Brief
Pull every line holding the string "next" from the records below.

Data entries
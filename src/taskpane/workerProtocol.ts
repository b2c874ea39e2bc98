/**
 * The messages between the pane and its solver Web Worker, and the engine host that answers
 * them. Pure: the worker file only wires `createEngineHost` to `postMessage`, a clock and a
 * deferral, so the whole protocol runs (and is tested) in Node without a browser.
 *
 * A run is sliced: the host calls `solver.step(sliceMoves)`, then yields through `defer`, so a
 * `stop` message that arrived meanwhile is seen before the next slice (the worker's event loop
 * delivers it between two deferred callbacks). A run of several chains (`SolverPool`) is sent the
 * marks where chains share: at each the host posts its best plan (`mark`) and waits for the
 * round's plan (`share`), as `SharingChain` says; a `stop` while it waits ends the run at once.
 */
import {
  createSolver,
  sampleMeanUphill,
  SharingChain,
  validateProblem,
  type Issue,
  type Plan,
  type Problem,
  type ShareMark,
  type Progress,
  type SolveOptions,
  type SolveResult,
  type Solver,
} from "../core/index.js";

/** The solve options that cross the worker boundary (plain data: no clock, callback or signal). */
export type WorkerSolveOptions = Partial<Omit<SolveOptions, "now" | "onProgress" | "signal">>;

/** Messages from the pane to the worker. */
export type ToWorker =
  | {
      readonly type: "start";
      readonly runId: number;
      readonly problem: Problem;
      readonly options: WorkerSolveOptions;
      /** Where this chain reports its best plan and waits for the round's (absent: a chain on its own). */
      readonly marks?: readonly ShareMark[];
    }
  | { readonly type: "stop"; readonly runId: number }
  /** The plan of the round to continue from (or none), after the run posted `mark`. */
  | { readonly type: "share"; readonly runId: number; readonly plan: Plan | undefined }
  | {
      readonly type: "sample";
      readonly requestId: number;
      readonly problem: Problem;
      readonly seed?: number | string;
      readonly samples?: number;
    };

/** Messages from the worker to the pane. */
export type FromWorker =
  | { readonly type: "progress"; readonly runId: number; readonly progress: Progress }
  /** The run reached a mark with this best plan and waits for `share`. */
  | { readonly type: "mark"; readonly runId: number; readonly plan: Plan }
  | {
      readonly type: "result";
      readonly runId: number;
      readonly result: SolveResult;
      readonly stopped: boolean;
      /** Largest JS heap the worker reported during the run (bytes); absent when its browser reports none. */
      readonly peakHeapBytes?: number;
    }
  | {
      readonly type: "sampled";
      readonly requestId: number;
      readonly meanUphill: number;
      readonly samples: number;
      readonly uphill: readonly number[];
      /** Moves per second measured by a timed burst on this problem (see `measureMoveRate`). */
      readonly movesPerSecond?: number;
    }
  | {
      readonly type: "error";
      /** The run or request the error belongs to; absent for an unreadable message. */
      readonly runId?: number;
      readonly requestId?: number;
      readonly message: string;
      /** Problem defects found by `validateProblem`; empty for other errors. */
      readonly issues: readonly Issue[];
    };

/** What the engine host needs from its surroundings. */
export interface EngineHostDeps {
  /** Send a message to the pane. */
  readonly post: (message: FromWorker) => void;
  /** Milliseconds clock (the worker passes `performance.now`). */
  readonly now: () => number;
  /** Run `callback` later, after pending messages are handled (the worker passes `setTimeout(cb, 0)`). */
  readonly defer: (callback: () => void) => void;
  /** Moves per slice between two looks at the message queue (default 20 000). */
  readonly sliceMoves?: number;
  /** Least milliseconds between two progress messages (default 200). */
  readonly progressEveryMs?: number;
  /**
   * The worker's JS heap in use now (bytes), or undefined when the browser does not say
   * (Chromium's `performance.memory` exists in pages only, not in workers); sampled every slice.
   */
  readonly heapUsedBytes?: () => number | undefined;
}

/** The engine host: feed it every message the worker receives. */
export interface EngineHost {
  /** Handle one incoming message; never throws (failures come back as `error` messages). */
  handle(message: unknown): void;
  /** True while a run is going. */
  readonly busy: boolean;
}

/**
 * Create the engine host that answers `ToWorker` messages with `FromWorker` messages.
 * One run at a time: a `start` while a run goes stops the old run first (its result is posted).
 *
 * @param deps - messaging, clock and deferral (see `EngineHostDeps`)
 * @returns the host
 * @throws TypeError when `deps.post`, `deps.now` or `deps.defer` is not a function
 * @example
 * const host = createEngineHost({ post: (m) => self.postMessage(m), now: () => performance.now(), defer: (cb) => setTimeout(cb, 0) });
 * self.onmessage = (e) => host.handle(e.data);
 */
export function createEngineHost(deps: EngineHostDeps): EngineHost {
  for (const key of ["post", "now", "defer"] as const) {
    if (typeof deps[key] !== "function") throw new TypeError(`deps.${key} must be a function`);
  }
  const sliceMoves = Math.max(1, Math.floor(deps.sliceMoves ?? 20_000));
  const progressEveryMs = deps.progressEveryMs ?? 200;
  let run:
    | { runId: number; solver: Solver; chain: SharingChain; stopRequested: boolean; lastProgressMs: number; peakHeapBytes?: number }
    | undefined;
  const sampleHeap = (current: NonNullable<typeof run>): void => {
    const used = deps.heapUsedBytes?.();
    if (used !== undefined && Number.isFinite(used)) current.peakHeapBytes = Math.max(current.peakHeapBytes ?? 0, used);
  };

  const post = (message: FromWorker): void => {
    try {
      deps.post(message);
    } catch (err) {
      // A message that cannot be cloned must not kill the worker loop.
      console.error("kiln worker: could not post", message.type, err);
    }
  };
  const fail = (ids: { runId?: number; requestId?: number }, err: unknown, issues: readonly Issue[] = []): void => {
    post({ type: "error", ...ids, message: errorMessage(err), issues });
  };

  const finish = (stopped: boolean): void => {
    const current = run;
    if (!current) return;
    run = undefined;
    try {
      sampleHeap(current);
      const peak = current.peakHeapBytes;
      post({
        type: "result",
        runId: current.runId,
        result: current.solver.result(),
        stopped,
        ...(peak !== undefined ? { peakHeapBytes: peak } : {}),
      });
    } catch (err) {
      fail({ runId: current.runId }, err);
    }
  };

  const slice = (runId: number): void => {
    const current = run;
    if (!current || current.runId !== runId) return;
    if (current.stopRequested) return finish(true);
    try {
      const at = current.chain.advance(sliceMoves);
      const done = at === "done";
      sampleHeap(current);
      const nowMs = deps.now();
      if (done || nowMs - current.lastProgressMs >= progressEveryMs) {
        current.lastProgressMs = nowMs;
        post({ type: "progress", runId, progress: { ...current.solver.progress } });
      }
      if (done) return finish(false);
      // At a mark: report the best plan and wait for the round's (`share` defers the next slice).
      if (at === "mark") return post({ type: "mark", runId, plan: current.chain.best() });
    } catch (err) {
      run = undefined;
      return fail({ runId }, err);
    }
    deps.defer(() => slice(runId));
  };

  const start = (msg: Extract<ToWorker, { type: "start" }>): void => {
    if (run) finish(true);
    const issues = safeValidate(msg.problem);
    if (issues.length > 0) {
      return fail({ runId: msg.runId }, `The problem has ${issues.length} defect(s); nothing was solved.`, issues);
    }
    let solver: Solver;
    try {
      solver = createSolver(msg.problem, { ...msg.options, now: deps.now });
    } catch (err) {
      return fail({ runId: msg.runId }, err);
    }
    const chain = new SharingChain(msg.problem, solver, msg.marks ?? []);
    run = { runId: msg.runId, solver, chain, stopRequested: false, lastProgressMs: -Infinity };
    sampleHeap(run);
    deps.defer(() => slice(msg.runId));
  };

  const handle = (message: unknown): void => {
    const msg = message as ToWorker | undefined;
    const ids = idsOf(message);
    try {
      switch (msg?.type) {
        case "start":
          return start(msg);
        case "stop":
          if (run && run.runId === msg.runId) {
            run.stopRequested = true;
            // Waiting at a mark, no slice is pending to see the stop: end now.
            if (run.chain.waiting) finish(true);
          }
          return;
        case "share": {
          const current = run;
          if (!current || current.runId !== msg.runId || !current.chain.waiting) return;
          try {
            current.chain.resume(msg.plan);
          } catch (err) {
            run = undefined;
            return fail({ runId: msg.runId }, err);
          }
          deps.defer(() => slice(msg.runId));
          return;
        }
        case "sample": {
          const issues = safeValidate(msg.problem);
          if (issues.length > 0) return fail(ids, "The problem has defects; nothing was sampled.", issues);
          const sampled = sampleMeanUphill(msg.problem, {
            now: deps.now,
            ...(msg.seed !== undefined ? { seed: msg.seed } : {}),
            ...(msg.samples !== undefined ? { samples: msg.samples } : {}),
          });
          return post({ type: "sampled", requestId: msg.requestId, ...sampled });
        }
        default:
          return fail(ids, `Unknown message ${JSON.stringify(typeOf(message))}: expected start, stop, share or sample.`);
      }
    } catch (err) {
      fail(ids, err);
    }
  };

  return {
    handle,
    get busy() {
      return run !== undefined;
    },
  };
}

function safeValidate(problem: unknown): Issue[] {
  if (problem === null || typeof problem !== "object") {
    return [{ sheet: "problem", cell: "", message: "No problem was sent: expected a Problem object." }];
  }
  try {
    return validateProblem(problem as Problem);
  } catch (err) {
    return [{ sheet: "problem", cell: "", message: errorMessage(err) }];
  }
}

function typeOf(message: unknown): unknown {
  return message !== null && typeof message === "object" ? ((message as { type?: unknown }).type ?? null) : null;
}

function idsOf(message: unknown): { runId?: number; requestId?: number } {
  if (message === null || typeof message !== "object") return {};
  const m = message as { runId?: unknown; requestId?: unknown };
  return {
    ...(typeof m.runId === "number" ? { runId: m.runId } : {}),
    ...(typeof m.requestId === "number" ? { requestId: m.requestId } : {}),
  };
}

function errorMessage(err: unknown): string {
  if (typeof err === "string") return err;
  if (err instanceof Error) return err.message;
  return String(err);
}
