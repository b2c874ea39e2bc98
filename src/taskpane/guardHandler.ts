/**
 * The pane's one error boundary: every event handler is wrapped once, so a failure shows as a
 * message in the pane (never a silent console line or a dead pane), and an Office error's
 * `debugInfo` goes to the console for the developer.
 */

/** A wrapped handler: same arguments, never throws, never rejects. */
export type Guarded<A extends unknown[]> = (...args: A) => void;

/**
 * Make a wrapper for handlers that reports failures through `show`.
 *
 * @param show - puts a message in the pane
 * @returns `guard(name, handler)`; `name` says what the user was doing ("Plan routes")
 * @example button.onclick = guard("Plan routes", () => optimize());
 */
export function createGuard(show: (message: string) => void) {
  return function guard<A extends unknown[]>(name: string, handler: (...args: A) => unknown): Guarded<A> {
    const report = (err: unknown): void => {
      const debugInfo = (err as { debugInfo?: unknown } | null)?.debugInfo;
      if (debugInfo !== undefined) console.error(`${name}: Office debugInfo`, debugInfo);
      console.error(`${name} failed`, err);
      show(`${name} failed: ${describeError(err)}`);
    };
    return (...args: A) => {
      try {
        const out = handler(...args);
        if (out instanceof Promise) out.catch(report);
      } catch (err) {
        report(err);
      }
    };
  };
}

/**
 * A short, user-facing text for any thrown value.
 *
 * @param err - what was thrown
 * @returns its message
 * @example describeError(new RangeError("alpha must be in (0, 1)")) // => "alpha must be in (0, 1)"
 */
export function describeError(err: unknown): string {
  if (err instanceof Error) return err.message || err.name;
  if (typeof err === "string") return err;
  try {
    return JSON.stringify(err);
  } catch {
    return String(err);
  }
}
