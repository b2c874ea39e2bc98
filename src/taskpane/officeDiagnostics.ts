/**
 * One line a user can copy into a support request: host, platform, Office version and the
 * highest ExcelApi requirement set the host supports. `Office.context.diagnostics`
 * (ContextInformation: host, platform, version) and
 * `Office.context.requirements.isSetSupported` are Office's Common API.
 */

/** Newest ExcelApi set probed; sets are numbered 1.1, 1.2, … without gaps. */
const NEWEST_PROBED_MINOR = 30;

/**
 * The highest ExcelApi set `isSupported` accepts, probing 1.1 upwards.
 * @example highestExcelApi((v) => ["1.1", "1.2"].includes(v)) // => "1.2"
 */
export function highestExcelApi(isSupported: (version: string) => boolean): string | undefined {
  let best: string | undefined;
  for (let minor = 1; minor <= NEWEST_PROBED_MINOR; minor++) {
    if (!isSupported(`1.${minor}`)) break;
    best = `1.${minor}`;
  }
  return best;
}

/**
 * The diagnostics line of the running Office host, or a line saying there is none.
 * @example officeDiagnostics() // => "Excel · OfficeOnline · 16.0.18025.10000 · ExcelApi 1.17"
 */
export function officeDiagnostics(): string {
  const office = (globalThis as { Office?: typeof Office }).Office;
  const context = office?.context;
  if (!context) return "No Office host (standalone page)";
  const d = context.diagnostics;
  const api = highestExcelApi((v) => context.requirements?.isSetSupported("ExcelApi", v) === true);
  return [
    d?.host ?? "unknown host",
    d?.platform ?? "unknown platform",
    d?.version ?? "unknown version",
    api ? `ExcelApi ${api}` : "no ExcelApi",
  ].join(" · ");
}
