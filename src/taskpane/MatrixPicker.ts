/**
 * The pane's road-distance matrix picker (the CLI's `--matrix SHEET`): a select listing the
 * workbook's sheets that read as a distance matrix (`looksLikeMatrixSheet`), the chosen sheet's
 * range for the run, and the matrix's problems (sheet and cell, what, how to fix) beside it.
 */
import type { Issue } from "../core/index.js";
import type { SheetRead } from "../sheets/grid.js";
import { looksLikeMatrixSheet } from "../sheets/parseMatrixSheet.js";
import type { WorkbookPort } from "../workbook/WorkbookPort.js";
import { sourceOf } from "../workbook/scenario.js";
import type { createGuard } from "./guardHandler.js";
import type { PaneDom } from "./paneDom.js";
import { renderTableSummary } from "./renderTableSummary.js";

/** The select's first option: no matrix sheet. */
export const NO_MATRIX_TEXT = "Straight line × detour factor";

/** The distance matrix picker of one pane. */
export class MatrixPicker {
  private chosen: SheetRead | undefined;

  /**
   * @param dom - the pane's elements (`matrixSheet`, `matrixSummary`, `matrixIssues`)
   * @param port - the current workbook
   * @param changed - called after the choice changed (the pane reads the tables again)
   */
  constructor(
    private readonly dom: PaneDom,
    private readonly port: () => WorkbookPort,
    private readonly changed: () => Promise<void>,
  ) {}

  /**
   * Wire the select.
   *
   * @param guard - the pane's handler guard
   * @example picker.wire(this.guard)
   */
  wire(guard: ReturnType<typeof createGuard>): void {
    this.dom.matrixSheet.addEventListener(
      "change",
      guard("Choose the distance matrix", () => this.choose(this.dom.matrixSheet.value)),
    );
  }

  /** The chosen matrix sheet's used range, or undefined for great-circle distances. */
  get read(): SheetRead | undefined {
    return this.chosen;
  }

  /** Where the distances come from, as the plan sheet records it ("Km!A1:E5"); undefined without a matrix. */
  get source(): string | undefined {
    return this.chosen && sourceOf(this.chosen);
  }

  /**
   * List the workbook's sheets that read as a distance matrix, keeping the current choice when
   * its sheet is still one (it is read again, so edits to it count).
   *
   * @param skip - sheet names never offered (the picked stops and fleet sheets)
   * @example await picker.refreshList(["Stops", "Fleet"])
   */
  async refreshList(skip: readonly string[]): Promise<void> {
    const port = this.port();
    const left = new Set(skip.map((n) => n.toLowerCase()));
    const offered: string[] = [];
    const reads = new Map<string, SheetRead>();
    for (const name of await port.listSheets()) {
      if (left.has(name.toLowerCase())) continue;
      const read = await port.readSheet(name);
      if (read && looksLikeMatrixSheet(read)) {
        offered.push(name);
        reads.set(name, read);
      }
    }
    const select = this.dom.matrixSheet;
    const keep = select.value;
    select.replaceChildren(new Option(NO_MATRIX_TEXT, ""), ...offered.map((n) => new Option(n, n)));
    select.value = offered.includes(keep) ? keep : "";
    this.chosen = select.value ? reads.get(select.value) : undefined;
    if (!this.chosen) this.show([]);
  }

  /**
   * Forget the choice and the list (another workbook was opened, or listing failed).
   *
   * @param note - shown beside the picker, such as why no sheet is offered
   */
  reset(note?: string): void {
    this.chosen = undefined;
    this.dom.matrixSheet.replaceChildren(new Option(NO_MATRIX_TEXT, ""));
    this.show([]);
    if (note) {
      this.dom.matrixSummary.textContent = note;
      this.dom.matrixSummary.hidden = false;
    }
  }

  /**
   * Show the issues that name the matrix sheet beside the picker, with its range and size.
   *
   * @param issues - every issue of the last read
   * @param onCell - called with (sheet, cell) when an address is clicked (Excel)
   * @returns the issues that are not the matrix's, for the tables' lists
   * @example const rest = picker.show(read.issues)
   */
  show<T extends Issue>(issues: readonly T[], onCell?: (sheet: string, cell: string) => void): T[] {
    const d = this.dom;
    const m = this.chosen;
    const mine = m ? issues.filter((i) => i.sheet === m.sheet) : [];
    d.matrixSummary.hidden = !m;
    if (!m) {
      d.matrixSummary.replaceChildren();
      d.matrixIssues.replaceChildren();
    } else {
      const locations = Math.max(0, m.values.filter((row) => row.some((c) => c !== "" && c !== null && c !== undefined)).length - 1);
      renderTableSummary(d.matrixSummary, d.matrixIssues, { address: sourceOf(m), rows: locations }, [], mine, onCell);
    }
    return issues.filter((i) => !mine.includes(i));
  }

  private async choose(name: string): Promise<void> {
    this.chosen = name ? await this.port().readSheet(name) : undefined;
    if (name && !this.chosen) this.dom.matrixSheet.value = "";
    await this.changed();
  }
}
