/**
 * The pane's road-distance matrix picker (the CLI's `--matrix SHEET`): a select listing the
 * workbook's sheets that read as a distance matrix (`looksLikeMatrixSheet`), the chosen sheet's
 * range for the run, and the matrix's problems (sheet and cell, what, how to fix) beside it.
 */
import type { Issue } from "../core/index.js";
import { sheetOfRef } from "../sheets/cellAddress.js";
import type { SheetRead } from "../sheets/grid.js";
import { looksLikeMatrixSheet } from "../sheets/parseMatrixSheet.js";
import type { WorkbookPort } from "../workbook/WorkbookPort.js";
import { sourceOf } from "../workbook/scenario.js";
import type { createGuard } from "./guardHandler.js";
import type { PaneSource } from "./PaneSource.js";
import type { PaneDom } from "./paneDom.js";
import { renderTableSummary } from "./renderTableSummary.js";

/** The select's first option: no matrix sheet. */
export const NO_MATRIX_TEXT = "Straight line × detour factor";

/** The distance matrix picker of one pane. */
export class MatrixPicker {
  private chosen: SheetRead | undefined;
  /** The sheets offered by the last listing, read then. */
  private offered = new Map<string, SheetRead>();
  /** A pending listing after sheet events or focus (several events in a row, one listing). */
  private timer: ReturnType<typeof setTimeout> | undefined;
  private renamed: { from: string; to: string } | undefined;
  private listing: Promise<void> = Promise.resolve();

  /**
   * @param dom - the pane's elements (`matrixSheet`, `matrixSummary`, `matrixIssues`)
   * @param port - the current workbook
   * @param changed - called after the choice changed (the pane reads the tables again)
   */
  constructor(
    private readonly dom: PaneDom,
    private readonly port: () => WorkbookPort,
    private readonly changed: () => Promise<void>,
  ) {}

  /**
   * Wire the select.
   *
   * @param guard - the pane's handler guard
   * @example picker.wire(this.guard)
   */
  wire(guard: ReturnType<typeof createGuard>): void {
    this.dom.matrixSheet.addEventListener(
      "change",
      guard("Choose the distance matrix", () => this.choose(this.dom.matrixSheet.value)),
    );
  }

  /**
   * Keep the list in step with the workbook: in Excel, sheets added, deleted (ExcelApi 1.7) or
   * renamed (ExcelApi 1.17; the choice follows the new name) list it again; everywhere, so does
   * focusing the picker (a sheet edited into a matrix, a host without the events). When the
   * chosen matrix changed, the pane reads the tables again.
   *
   * @param watch - the source's sheet events, when it has them
   * @param skip - the sheets never offered, asked at each listing
   * @param failed - told when the workbook cannot be read
   * @example picker.follow(source.watchSheets?.bind(source), () => ["Stops", "Fleet"], showError)
   */
  follow(watch: PaneSource["watchSheets"], skip: () => readonly string[], failed: (message: string) => void): void {
    const later = (renamed?: { from: string; to: string }): void => {
      if (renamed) this.renamed = renamed;
      clearTimeout(this.timer);
      this.timer = setTimeout(() => {
        this.listing = this.listing
          .then(async () => {
            const was = this.renamed;
            this.renamed = undefined;
            if ((await this.relist(skip(), was))?.changed) await this.changed();
          })
          .catch((err: unknown) => failed(`Reading the workbook's sheets failed: ${String(err)}`));
      }, 250);
    };
    this.dom.matrixSheet.addEventListener("focus", () => later());
    watch?.((c) => later(c.from !== undefined && c.to !== undefined ? { from: c.from, to: c.to } : undefined)).catch((err: unknown) =>
      console.error("Watching the workbook's sheets failed; the Distances list is read again when focused", err),
    );
  }

  /**
   * `refreshList`, and on failure straight-line distances with the reason beside the picker: a
   * matrix sheet that cannot be read never stands in the way of the tables.
   *
   * @returns as `refreshList`, or undefined when the sheets could not be read
   */
  async relist(skip: readonly string[], renamed?: { from: string; to: string }): Promise<{ changed: boolean } | undefined> {
    try {
      return await this.refreshList(skip, renamed);
    } catch (err) {
      console.error("Listing the distance matrix sheets failed", err);
      this.reset(`The workbook's sheets could not be read to find a distance matrix (${String(err)}); try again after picking the tables.`);
      return undefined;
    }
  }

  /** The chosen matrix sheet's used range, or undefined for great-circle distances. */
  get read(): SheetRead | undefined {
    return this.chosen;
  }

  /** Where the distances come from, as the plan sheet records it ("Km!A1:E5"); undefined without a matrix. */
  get source(): string | undefined {
    return this.chosen && sourceOf(this.chosen);
  }

  /**
   * List the workbook's sheets that read as a distance matrix, keeping the current choice when
   * its sheet is still one (it is read again, so edits to it count), or under its new name when
   * it was renamed. The select's options are replaced only when the list changed, so a list the
   * user is opening stays as it is.
   *
   * @param skip - sheet names never offered (the picked stops and fleet sheets)
   * @param renamed - a sheet renamed since the last listing (Excel's rename event)
   * @returns whether the chosen matrix changed: another sheet (or none), a new name, or new values
   * @example await picker.refreshList(["Stops", "Fleet"])
   */
  async refreshList(skip: readonly string[], renamed?: { readonly from: string; readonly to: string }): Promise<{ changed: boolean }> {
    const port = this.port();
    const left = new Set(skip.map((n) => n.toLowerCase()));
    const offered: string[] = [];
    const reads = new Map<string, SheetRead>();
    for (const name of await port.listSheets()) {
      if (left.has(name.toLowerCase())) continue;
      const read = await port.readSheet(name);
      if (read && looksLikeMatrixSheet(read)) {
        offered.push(name);
        reads.set(name, read);
      }
    }
    const select = this.dom.matrixSheet;
    const old = this.chosen;
    // The select's value is the user's latest choice (a pick may still be reading its sheet).
    const current = select.value;
    const keep = renamed && current === renamed.from ? renamed.to : current;
    const shown = [...select.options].slice(1).map((o) => o.value);
    if (shown.length !== offered.length || shown.some((n, i) => n !== offered[i])) {
      select.replaceChildren(new Option(NO_MATRIX_TEXT, ""), ...offered.map((n) => new Option(n, n)));
    }
    select.value = offered.includes(keep) ? keep : "";
    this.offered = reads;
    this.chosen = select.value ? reads.get(select.value) : undefined;
    if (!this.chosen) this.show([]);
    const now = this.chosen;
    return {
      changed:
        old?.sheet !== now?.sheet || (old !== undefined && now !== undefined && JSON.stringify(old.values) !== JSON.stringify(now.values)),
    };
  }

  /**
   * Choose the distances a stored run used (Rerun from its plan sheet): the matrix sheet its
   * record names, or straight-line distances when it names none. The list is read afresh first.
   *
   * @param matrixSource - the record's `matrixSource` ("'Road km'!A1:K11"), if any
   * @param skip - sheet names never offered (as for `refreshList`)
   * @returns what to tell the user when the recorded sheet is no longer offered, else undefined
   * @example await picker.restore(record.matrixSource, ["Stops", "Fleet"])
   */
  async restore(matrixSource: string | undefined, skip: readonly string[]): Promise<string | undefined> {
    await this.refreshList(skip);
    const want = matrixSource === undefined ? "" : sheetOfRef(matrixSource);
    const read = want ? this.offered.get(want) : undefined;
    this.dom.matrixSheet.value = read ? want : "";
    this.chosen = read;
    if (!read) this.show([]);
    if (!want || read) return undefined;
    return `The run used the distances of ${matrixSource}, but no sheet "${want}" reads as a distance matrix now; Distances is set to ${NO_MATRIX_TEXT.toLowerCase()}. Choose the matrix sheet under Distances if it was renamed or fixed.`;
  }

  /**
   * Forget the choice and the list (another workbook was opened, or listing failed).
   *
   * @param note - shown beside the picker, such as why no sheet is offered
   */
  reset(note?: string): void {
    this.chosen = undefined;
    this.dom.matrixSheet.replaceChildren(new Option(NO_MATRIX_TEXT, ""));
    this.show([]);
    if (note) {
      this.dom.matrixSummary.textContent = note;
      this.dom.matrixSummary.hidden = false;
    }
  }

  /**
   * Show the issues that name the matrix sheet beside the picker, with its range and size.
   *
   * @param issues - every issue of the last read
   * @param onCell - called with (sheet, cell) when an address is clicked (Excel)
   * @returns the issues that are not the matrix's, for the tables' lists
   * @example const rest = picker.show(read.issues)
   */
  show<T extends Issue>(issues: readonly T[], onCell?: (sheet: string, cell: string) => void): T[] {
    const d = this.dom;
    const m = this.chosen;
    const mine = m ? issues.filter((i) => i.sheet === m.sheet) : [];
    d.matrixSummary.hidden = !m;
    if (!m) {
      d.matrixSummary.replaceChildren();
      d.matrixIssues.replaceChildren();
    } else {
      const locations = Math.max(0, m.values.filter((row) => row.some((c) => c !== "" && c !== null && c !== undefined)).length - 1);
      renderTableSummary(d.matrixSummary, d.matrixIssues, { address: sourceOf(m), rows: locations }, [], mine, onCell);
    }
    return issues.filter((i) => !mine.includes(i));
  }

  private async choose(name: string): Promise<void> {
    this.chosen = name ? await this.port().readSheet(name) : undefined;
    if (name && !this.chosen) this.dom.matrixSheet.value = "";
    await this.changed();
  }
}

Result
 * `stop` message that arrived meanwhile is seen before the next slice (the worker's event loop
      // At a mark: report the best plan and wait for the round's (`share` defers the next slice).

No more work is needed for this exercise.